Fed approves October reversal of historic stimulus, leaves rates unchanged
- Author: Zachary Reyes Sep 20, 2017,
Sep 20, 2017, 21:39
In a long-anticipated move, the Fed also announced it will slowly shrink its huge $4.5 trillion balance sheet starting in October.
The idea was that, with interest rates cut to close to zero, more needed to be done to boost economic activity. The caution in raising rates comes as inflation has consistently stayed below the Fed target of 2 percent.
That means President Trump will appoint 5 of the 7 total members on the Fed's governing board before the end of his 1st year in office.
The Federal Reserve will begin shrinking the enormous portfolio of bonds it amassed after the 2008 financial crisis to try to sustain a frail economy. The Fed stopped buying new bonds in 2014 but kept its balance sheet high by reinvesting the proceeds of maturing bonds.
But it remains to be seen whether central bankers are more concerned about the temporary slowdown, or will brush it off.
No Fed officials dissented on the decision.
The Fed targets 2% inflation and its preferred indicator, the personal consumption expenditure deflator was just 1.4% in July, although the August consumer price index rose to 1.9%, from the prior month's reading of 1.7%. A decline in estimates of this measure would help Yellen to explain why the steep drop in the jobless rate had failed to spur inflation as expected so far.
"In my view, they need to normalize policy", he said.
Most economists don't expect the Fed to raise interest rates Wednesday.
This scenario could provide a trade opportunity: a window of opportunity to short the dollar between the release of the FOMC statement and the dot-plot at 18:00 and Yellen's presser that begins at 18:30 and usually lasts one hour. The Fed is likely to keep interest rates unaltered post its two-day meeting, while analysts suggest that it could announce plans to begin unwinding its United States dollars 4.5 trillion balance sheet.
"Downgrades to the infamous dot diagram could complicate Yellen's efforts to convince markets they are too complacent", these economists warned.
However, policymakers have maintained expectations for a third hike to happen before the year is out and they are expected to reaffirm this stance.
Deutsche Bank does believe that inflation developments will be key and some further evidence of the inflation trend firming is likely needed.
The CME Group's tracker of investor sentiment has put the likelihood of a rate hike by December at 56 percent.
The impact of the Fed unwinding its purchases of mortgage-backed bonds on the housing market is therefore going to be particularly sensitive if it pushes up interest rates - and therefore the cost of mortgages - for homeowners.
But President Trump is getting a much larger opportunity to influence the Fed with his nominations.
To avoid spooking investors, the process would be so gradual that the Fed's balance sheet would remain above $3 trillion until late 2019.

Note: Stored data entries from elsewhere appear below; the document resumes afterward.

"""The seconds of one command, by hand and as laws."""

import math
from dataclasses import replace

import pytest
from hypothesis import given
from hypothesis import strategies as st

from passplan.budgets.exchange_time import Exchange, exchange
from passplan.domain.requests import Command
from passplan.domain.satellite import Framing, Radio, Satellite
from tests.flyby import satellite_with


def satellite_on_air(bit_rate_bit_s: float = 1200.0, expected_repeats: float = 0.5) -> Satellite:
    return satellite_with(
        Radio(
            down_hz=437e6,
            up_hz=437e6,
            transmit_power_w=1.0,
            bit_rate_bit_s=bit_rate_bit_s,
            turn_round_s=0.25,
            expected_repeats=expected_repeats,
            framing=Framing(information_byte=100, stuffing_fraction=0.0, keying_delay_s=0.5),
        )
    )


def command_of(length_byte: int = 64, exchange_s: float | None = None) -> Command:
    return Command(name="clock", satellite="TEASEL", length_byte=length_byte, exchange_s=exchange_s)


def test_one_frame_by_hand() -> None:
    """A full frame is 16 + 8 * 118 = 960 bits, 0.8 s; 64 octets go up in 672 bits, 0.56 s."""
    up_s, reply_s, turns_s = 0.5 + 0.56, 0.5 + 0.8, 0.5
    assert up_s + reply_s + turns_s == pytest.approx(2.86)
    # 1.5 times 2.86 s, rounded up; the reply 1.5 times 1.3 s
    slot = exchange(satellite_on_air(), command_of())
    assert slot.seconds == 5
    assert slot.reply_s == pytest.approx(1.95)


def test_three_frames_by_hand() -> None:
    """Of 250 octets two frames are full, the third carries 50: 3 * 160 + 2000 bits, 2.0667 s."""
    slot = exchange(satellite_on_air(expected_repeats=0.0), command_of(length_byte=250))
    assert slot.seconds == 5  # 2.5667 + 1.3 + 0.5 = 4.3667 s
    assert slot.reply_s == pytest.approx(1.3)


def test_a_full_frame_needs_no_second_one() -> None:
    fits, spills = (
        exchange(satellite_on_air(bit_rate_bit_s=100.0), command_of(n)).seconds for n in (100, 101)
    )
    # 168 bits more at 100 bit/s, half of the exchanges repeated
    assert spills - fits == pytest.approx(1.5 * 1.68, abs=1.0)


def test_stuffing_grows_what_goes_up_and_what_comes_down() -> None:
    """With a fifth more of all but the flags the 672 and 960 bits become 803.2 and 1148.8."""
    plain = satellite_on_air(bit_rate_bit_s=100.0, expected_repeats=0.0)
    framing = replace(plain.radio.framing, stuffing_fraction=0.2)
    slot = exchange(replace(plain, radio=replace(plain.radio, framing=framing)), command_of())
    assert slot.reply_s == pytest.approx(0.5 + 11.488)
    assert slot.seconds == math.ceil(0.5 + 8.032 + 0.5 + 11.488 + 0.5) == 22


def test_told_seconds_replace_the_reckoned_and_the_reply_stays() -> None:
    reckoned = exchange(satellite_on_air(), command_of())
    assert exchange(satellite_on_air(), command_of(exchange_s=19.2)) == Exchange(
        seconds=20, reply_s=reckoned.reply_s
    )
    assert exchange(satellite_on_air(), command_of(exchange_s=20.0)).seconds == 20


def test_the_reply_is_never_longer_than_the_slot() -> None:
    assert exchange(satellite_on_air(), command_of(exchange_s=0.5)) == Exchange(seconds=1, reply_s=1.0)


@given(
    shorter=st.integers(1, 5000),
    longer=st.integers(1, 5000),
    bit_rate_bit_s=st.floats(300.0, 1e6),
    repeats=st.floats(0.0, 5.0),
)
def test_a_longer_command_never_takes_less_time(
    shorter: int, longer: int, bit_rate_bit_s: float, repeats: float
) -> None:
    satellite = satellite_on_air(bit_rate_bit_s, repeats)
    shorter, longer = sorted((shorter, longer))
    first, second = (exchange(satellite, command_of(length)) for length in (shorter, longer))
    assert first.seconds <= second.seconds
    assert first.reply_s == second.reply_s <= first.seconds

The Big A: What we know so far; Kevin Warsh is now the obvious frontrunner as President Trump's replacement for Janet Yellen. Janet Yellen's term as US Federal Reserve chair is up in February, and president Trump has waffled on whether he will reappoint her, from insisting she is tainted by her association as an Obama nomination, to suggesting that, as a "low-interest rate person", he approves of her dovishness.
Inflation affects prices - milk, train tickets, everything.